The following is a list of public housing estates in Sha Tin, Hong Kong, including Home Ownership Scheme (HOS), Private Sector Participation Scheme (PSPS), Sandwich Class Housing Scheme (SCHS), Flat-for-Sale Scheme (FFSS), and Tenants Purchase Scheme (TPS) estates.

== History ==
When Sha Tin New Town was being developed, the beach and Sha Tin Hoi was reclaimed to construct Lek Yuen Estate, Wo Che Estate, Sha Kok Estate, and Jat Min Chuen. The first plan for the development of Sha Tin was approved in 1961, with the Draft Sha Tin Outline Development Plan being issued in October 1972. The development of Ma On Shan as an extension of Sha Tin New Town was approved in August 1979.

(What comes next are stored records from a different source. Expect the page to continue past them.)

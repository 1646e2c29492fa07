import type { RawFinding } from "../data/finding.ts";
import type { AnyPlace, Polygon, Where } from "../data/place.ts";
import type { Files } from "../effects/effects.ts";
import { InputError } from "../errors.ts";
import { readFixes } from "./fixes.ts";
import { type GeoFeature, readFeatures } from "./geojson.ts";
import type { PlaceOptions } from "./options.ts";
import { checkPosition, readPolygon } from "./rings.ts";

export interface PlacesResult {
  readonly places: ReadonlyMap<string, AnyPlace>;
  readonly findings: readonly RawFinding[];
}

/**
 * Reads the places: a feature of a GeoJSON file (RFC 7946; point, polygon or multipolygon, WGS 84) chosen by its
 * properties, a point written out in the pipeline, or a table of dated positions.
 * Throws `study.no-feature`, `study.several-features`, `study.geometry-type`, and what `readFeatures`,
 * `checkPosition` and `readPolygon` throw.
 */
export async function readPlaces(
  options: Readonly<Record<string, PlaceOptions>>,
  files: Files,
): Promise<PlacesResult> {
  const read = new Map<string, readonly GeoFeature[]>();
  const places = new Map<string, AnyPlace>();
  const findings: RawFinding[] = [];
  for (const [name, one] of Object.entries(options)) {
    if ("fixes" in one) {
      const moving = await readFixes(name, one, files);
      places.set(name, moving.place);
      findings.push(...moving.findings);
      continue;
    }
    if (!("file" in one)) {
      const position = checkPosition([one.longitude, one.latitude], { cell: `places.${name}` });
      places.set(name, { type: "point", name, position });
      continue;
    }
    const features = read.get(one.file) ?? readFeatures(await files.readText(one.file), one.file);
    read.set(one.file, features);
    places.set(name, whereOf(name, pick(features, one.where, one.file, name), one.file));
  }
  return { places, findings };
}

function pick(
  features: readonly GeoFeature[],
  wanted: Readonly<Record<string, string>>,
  file: string,
  name: string,
): GeoFeature {
  const keys = Object.keys(wanted);
  // Own properties only: `where: { constructor: … }` must not meet what every object inherits.
  const value = ({ properties }: GeoFeature, key: string) =>
    Object.hasOwn(properties, key) ? String(properties[key]) : undefined;
  const matching = features.filter((one) => keys.every((key) => value(one, key) === wanted[key]));
  if (matching.length === 1) return matching[0];
  const asked =
    keys.map((key) => `${key} = ${JSON.stringify(wanted[key])}`).join(" and ") || "any properties";
  const there = features.map((one) => {
    const shown = (keys.length > 0 ? keys : Object.keys(one.properties)).map((key) => value(one, key));
    return JSON.stringify(shown.filter((text) => text !== undefined).join(" ") || "(no such property)");
  });
  throw new InputError({
    name: matching.length === 0 ? "study.no-feature" : "study.several-features",
    expected: `one feature with ${asked}`,
    found:
      matching.length === 0
        ? features.length === 0
          ? "no feature at all"
          : `${features.length} features: ${there.slice(0, 10).join(", ")}${there.length > 10 ? ", …" : ""}`
        : `${matching.length} of them (${matching.map((one) => one.path).join(", ")})`,
    where: { file, cell: `places.${name}.where` },
    remedy:
      matching.length === 0
        ? "name a value that is there"
        : "add a property that tells them apart, or join them into one multipolygon",
  });
}

function whereOf(name: string, feature: GeoFeature, file: string): Where {
  const { geometry, path } = feature;
  const cell = `${path}.coordinates`;
  const { coordinates } = geometry;
  if (geometry.type === "Point")
    return { type: "point", name, position: checkPosition(coordinates, { file, cell }) };
  if (geometry.type === "Polygon")
    return { type: "area", name, polygons: [readPolygon(coordinates, { file, cell })] };
  if (geometry.type === "MultiPolygon" && Array.isArray(coordinates) && coordinates.length > 0) {
    const polygons = coordinates.map(
      (one: unknown, i): Polygon => readPolygon(one, { file, cell: `${cell}[${i}]` }),
    );
    return { type: "area", name, polygons };
  }
  throw new InputError({
    name: "study.geometry-type",
    expected: "a Point, a Polygon or a MultiPolygon with coordinates",
    found:
      geometry.type === "MultiPolygon" ? "a MultiPolygon without polygons" : JSON.stringify(geometry.type),
    where: { file, cell: path },
    remedy: "draw the place as a point or an area",
  });
}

Sha Tin transformed from a rural township of about 30,000 people in the early 1970s to a major community with a population of around 660,200 today. The total development area of Sha Tin New Town, including Ma On Shan, is about 3,590 hectares, designed for a planned population of 771,100. The new town mainly occupies land reclaimed from Tolo Harbour. Significant road expansions and transport infrastructure, including the Sha Tin Heights Tunnel and connections to the Mass Transit Railway East Rail and Ma On Shan Rail, support the new town.

==Overview==

| Name |  | Type | Inaug. | No. blocks | No. units | Notes |
| Fung Wo Estate | 豐和邨 | Public | 2013 | 3 | 1,600 |  |
| Jat Min Chuen | 乙明邨 | Public | 1981 | 3 | 3,730 | HK Housing Society |
| Kwong Yuen Estate | 廣源邨 | TPS | 1989 | 6 | 1,807 |  |
| Lek Yuen Estate | 瀝源邨 | Public | 1975 | 7 | 3,219 |  |
| Pok Hong Estate | 博康邨 | TPS | 1982 | 8 | 5,481 |  |
| Shui Chuen O Estate | 水泉澳邨 | Public | 2014-15 | 18 | 11,123 |  |
| Sha Kok Estate | 沙角邨 | Public | 1980 | 7 | 6,420 |  |
| Shek Mun Estate | 碩門邨 | Public | 2009, 2018 | 2 | 2,000 | Extra four blocks are under construction |
| Sunshine Grove | 晴碧花園 | Sandwich | 1999 | 2 | 508 | HK Housing Society |
| Wo Che Estate | 禾輋邨 | Public | 1977 | 13 | 6,297 |  |
| Greenhill Villa | 綠怡雅苑 | SSFP | 2019 | 3 | 1,020 | HK Housing Society |
| Hong Lam Court | 康林苑 | HOS | 1990 | 3 | 1,050 |  |
| Kwong Lam Court | 廣林苑 | HOS | 1990 | 3 | 1,832 |  |
| Yu Chui Court | 愉翠苑 | HOS | 2001 | 16 | 4,176 |  |
| Yue Shing Court | 愉城苑 | HOS | 1980 | 4 | 530 |  |
| Yue Tin Court | 愉田苑 | HOS | 1982 | 7 | 1,704 |  |

== Estates==
===Fung Wo Estate===

Fung Wo Estate opened beside Wo Che Estate in 2013 on the site of the former Sha Tin Police Married Quarters, which were demolished in 2007. It comprises three blocks housing 3,500 people.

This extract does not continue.